Working data →
/** The contiguous blocks of a sequence over which the spread of code lengths is judged. */
export interface CountingBlocks {
  /** How many; at most 256. */
  readonly count: number;
  /** Symbols in each but the last. */
  readonly length: number;
}

/** `count` blocks over `symbolCount` symbols; the last ones may be short or empty. */
export function countingBlocks(symbolCount: number, count: number): CountingBlocks {
  return { count, length: Math.max(1, Math.ceil(symbolCount / count)) };
}

/**
 * Positions of order k in each block. A position belongs to the block in which its context begins, so that every order is
 * cut at the same places.
 * @param ends  where contexts begin anew
 */
export function positionsByBlock(
  ends: Uint32Array,
  order: number,
  blocks: CountingBlocks,
): Float64Array {
  const positions = new Float64Array(blocks.count);
  let from = 0;
  for (let m = 0; m < ends.length; m++) {
    const to = ends[m] - order;
    for (let at = from; at < to; ) {
      const block = Math.floor(at / blocks.length);
      const stop = Math.min(to, (block + 1) * blocks.length);
      positions[block] += stop - at;
      at = stop;
    }
    from = ends[m];
  }
  return positions;
}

To do → Find the string "each" in the material above, and report every line where it occurs.

Result →
  /** Symbols in each but the last. */
 * Positions of order k in each block. A position belongs to the block in which its context begins, so that every order is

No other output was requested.